(Exercise instructions)
Reproduce exactly, and only, the lines below from the one containing "far = self._far_lengths()" through the one containing "design), *far.get(subject.id, ()), *_signed(handover)]".
*** Opening Given data ***
class Gatherer:
    """Bring studies, waivers and file faults together into one result."""

    def __init__(
        self,
        files: YardFiles,
        assembly: Assembly,
        subjects: list[Subject],
        studied: dict[StudyKey, Studied],
        faults: list[Fault],
        today: datetime.date,
        only: Collection[str],
        house: House,
        sheets: Mapping[str, Sheet],
        tables: Mapping[str, str],
        cards: Sequence[Card],
        as_fitted: AsFitted,
    ) -> None:
        self._as_fitted = as_fitted
        self._house = house
        self._sheets = sheets
        self._tables = tables
        self._all_cards = cards
        self._files = files
        self._assembly = assembly
        self._studied = studied
        self._today = today
        self._only = only
        self._faults = [*faults, *(fault for study in studied.values() for fault in study.faults)]
        self._subjects = [s for s in subjects if s.key in studied and not studied[s.key].faults]
        self._lost = [s for s in subjects if s not in self._subjects]
        self._cards = {card.id: card for card in FILE_CARDS}
        self._documents = {document.file: document for document in files.hulls}

    def result(self) -> FleetResult:
        """Return the result of the run."""
        waivers = self._waivers()
        alike: dict[StudyKey, list[str]] = {}
        for subject in self._subjects:
            alike.setdefault(subject.key, []).append(subject.id)
        results: list[SubjectResult] = []
        matched: set[str] = set()
        hull_files = self._file_outcomes_of_hulls()
        handovers = {s.id: handover for s in self._subjects if (handover := self._handover(s)) is not None}
        far = self._far_lengths()
        far_drops = self._far_drops(handovers)
        for subject in self._subjects:
            study = self._studied[subject.key]
            design = self._assembly.classes[subject.class_id]
            mine = [w for w in waivers if w.concerns(subject.id, subject.class_id)]
            handover = handovers.get(subject.id)
            found = [*_measured(subject, handover), *far_drops.get(subject.id, ())]
            waived = apply_waivers([*self._in_own_file(subject, study.news), *found], mine, self._today)
            matched |= waived.matched
            own = [*waived.outcomes[len(study.news) :], *waived.extra, *hull_files.get(subject.id, ())]
            own += [*_behind(subject, design), *far.get(subject.id, ()), *_signed(handover)]
            own += [unmatched(w) for w in mine if w.hull and w.id not in waived.matched]
            results.append(
                SubjectResult(
                    id=subject.id,
                    is_hull=subject.is_hull,
                    class_id=subject.class_id,
                    class_name=str(design.base.data["class"].get("name", "")),
                    revision=subject.revision,
                    class_revision=design.revision,
                    options=subject.options,
                    status=subject.status,
                    changes=subject.changes,
                    study=alike[subject.key][0],
                    alike=tuple(name for name in alike[subject.key] if name != subject.id),
                    sets=study.sets,
                    news=news_order([*waived.outcomes[: len(study.news)], *own]),
                    own=news_order(own),
                    passes=study.passes,
                    passed=study.passed,
                    thin=study.thin,
                    ladder=study.ladder,
                    tightest=study.tightest,
                    accepted=waived.accepted,
                    house=self._house_of(study.sets),
                    handover=handover,
                )
            )
        return FleetResult(
            yard=self._yard_name(),
            tool_version=__version__,
            subjects=tuple(results),
            studies=tuple(
                Study(
                    name=names[0],
                    news=study.news,
                    passes=study.passes,
                    thin=study.thin,
                    sets=study.sets,
                    ladder=study.ladder,
                    tightest=study.tightest,
                    aboard=study.aboard,
                )
                for key, names in alike.items()
                for study in (self._studied[key],)
            ),
            file_outcomes=self._fleet_outcomes(waivers, matched),
            unstudied=self._unstudied(),
            house=self._house.changes,
        )

    def _house_of(self, sets: Sequence[SetUse]) -> tuple[HouseChange, ...]:
        """Return the yard's own rules that bear on a boat judged by these sets."""
        judged_by = {"", *(use.id for use in sets)}
        return tuple(change for change in self._house.changes if change.limit_set in judged_by)

    def _in_own_file(self, subject: Subject, news: Sequence[Outcome]) -> Sequence[Outcome]:
        """Return a study's outcomes with the places of the hull's own file.

        Hulls of the same content are studied once, by the file of the first; a person who was
        sent there would edit another boat.
        """
        first = self._assembly.written_in.get(subject.key, "")
        if not subject.is_hull or subject.at.file == first or not any(_points_at(o, first) for o in news):
            return news
        places = _same_places(self._documents[first], self._documents[subject.at.file])
        return [
            o._replace(at=places.get(o.at, o.at), also_at=tuple(places.get(span, span) for span in o.also_at))
            for o in news
        ]

    def _handover(self, subject: Subject) -> Handover | None:
        """Return what belongs to the hand-over of a hull, where its test was planned."""
        study = self._studied[subject.key]
        if not subject.is_hull or not study.content:
            return None
        sheet = self._sheets.get(subject.id)
        rule = measuring_rule(self._house.common)
        judged = None if sheet is None else judge_sheet(study.steps, sheet, rule, study.content)
        if judged is not None:
            judged = with_as_fitted(judged, lambda device, a: self._as_fitted(subject.key, device, a))
            self._faults += judged.faults
        return Handover(study.steps, study.content, self._tables[subject.key], sheet, judged, subject.signed, rule)

    def _far_drops(self, handovers: Mapping[str, Handover]) -> dict[str, list[Outcome]]:
        """Compare the measured drops of sister hulls."""
        found: dict[str, list[Outcome]] = {}
        for class_id in self._assembly.classes:
            sheets = {
                s.id: (handover.steps, handover.sheet)
                for s in self._subjects
                if s.class_id == class_id and (handover := handovers.get(s.id)) and handover.sheet is not None
            }
            found.update(far_from_sisters(sheets, measuring_rule(self._house.common)))
        return found

    def _far_lengths(self) -> dict[str, list[Outcome]]:
        """Compare sister hulls; single hulls have no sisters at hand."""
        if self._only:
            return {}
        found: dict[str, list[Outcome]] = {}
        for class_id in self._assembly.classes:
            of_class = [s for s in self._subjects if s.class_id == class_id]
            hulls = [(s.id, self._studied[s.key].lengths) for s in of_class if s.is_hull]
            found.update(far_lengths(hulls, (self._studied[s.key].lengths for s in of_class if not s.is_hull)))
        return found

    def _yard_name(self) -> str:
        data = self._files.yard.data if self._files.yard else None
        name = data.get("name", "") if isinstance(data, dict) else ""
        return name if isinstance(name, str) else ""

    def _waivers(self) -> list[Waiver]:
        document = self._files.waivers
        if document is None or document.file in self._files.faulty:
            return []
        hulls = {str(d.data.get("hull")) for d in self._files.hulls if isinstance(d.data, dict)}
        waivers, faults = read_waivers(document, hulls, list(self._files.classes), self._all_cards)
        self._faults += faults
        return waivers

    def _hull_of_file(self) -> dict[str, str]:
        studied = {subject.id for subject in self._subjects if subject.is_hull}
        named: dict[str, str] = {}
        for document in self._files.hulls:
            name = document.data.get("hull") if isinstance(document.data, dict) else None
            if isinstance(name, str) and name in studied and name not in named.values():
                named[document.file] = name
        return named

    def _file_outcomes_of_hulls(self) -> dict[str, list[Outcome]]:
        """Return the file faults that belong to one hull that was studied all the same."""
        owner = self._hull_of_file()
        found: dict[str, list[Outcome]] = {}
        for fault in sorted(set(self._faults), key=_fault_key):
            if fault.at.file in owner:
                found.setdefault(owner[fault.at.file], []).append(self._outcome(fault))
        return found

    def _fleet_outcomes(self, waivers: list[Waiver], matched: set[str]) -> tuple[Outcome, ...]:
        owner = self._hull_of_file()
        others = {document.file for document in self._files.hulls} if self._only else set()
        if self._only:
            sheets = (d for d in self._files.sheets if isinstance(d.data, dict))
            others |= {d.file for d in sheets if d.data.get("sheet") not in self._only}
        asked = {d.file for d in self._files.hulls if isinstance(d.data, dict) and d.data.get("hull") in self._only}
        lost_files = {s.at.file for s in self._lost} | asked
        outcomes = [
            self._outcome(fault)
            for fault in sorted(set(self._faults), key=_fault_key)
            if fault.at.file not in owner and (fault.at.file not in others or fault.at.file in lost_files)
        ]
        if not self._only:
            outcomes += [unmatched(w) for w in waivers if w.class_id and w.id not in matched]
        outcomes += [
            Outcome(verdict=Verdict.FINDING, check=NOT_STUDIED.id, level=Level.ERROR, part=name, at=NOWHERE,
                    fault="could not be studied", remedy="mend the faults of its files first")
            for name in self._unstudied()
        ]  # fmt: skip
        return news_order(outcomes)

    def _unstudied(self) -> tuple[str, ...]:
        lost = [f"hull {s.id}" if s.is_hull else f"option set {s.id}" for s in self._lost]
        names = sorted({*self._assembly.unstudied, *lost})
        if self._only:
            names = [name for name in names if name.removeprefix("hull ") in self._only]
        return tuple(names)

    def _outcome(self, fault: Fault) -> Outcome:
        card = self._cards[fault.check]
        return Outcome(
            verdict=Verdict.FINDING, check=card.id, level=card.level, part=fault.at.file, at=fault.at,
            fault=fault.message, remedy=fault.remedy, inputs=(("fault", fault.message),),
        )  # fmt: skip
*** Closing Given data ***
(Answer box)
        far = self._far_lengths()
        far_drops = self._far_drops(handovers)
        for subject in self._subjects:
            study = self._studied[subject.key]
            design = self._assembly.classes[subject.class_id]
            mine = [w for w in waivers if w.concerns(subject.id, subject.class_id)]
            handover = handovers.get(subject.id)
            found = [*_measured(subject, handover), *far_drops.get(subject.id, ())]
            waived = apply_waivers([*self._in_own_file(subject, study.news), *found], mine, self._today)
            matched |= waived.matched
            own = [*waived.outcomes[len(study.news) :], *waived.extra, *hull_files.get(subject.id, ())]
            own += [*_behind(subject, design), *far.get(subject.id, ()), *_signed(handover)]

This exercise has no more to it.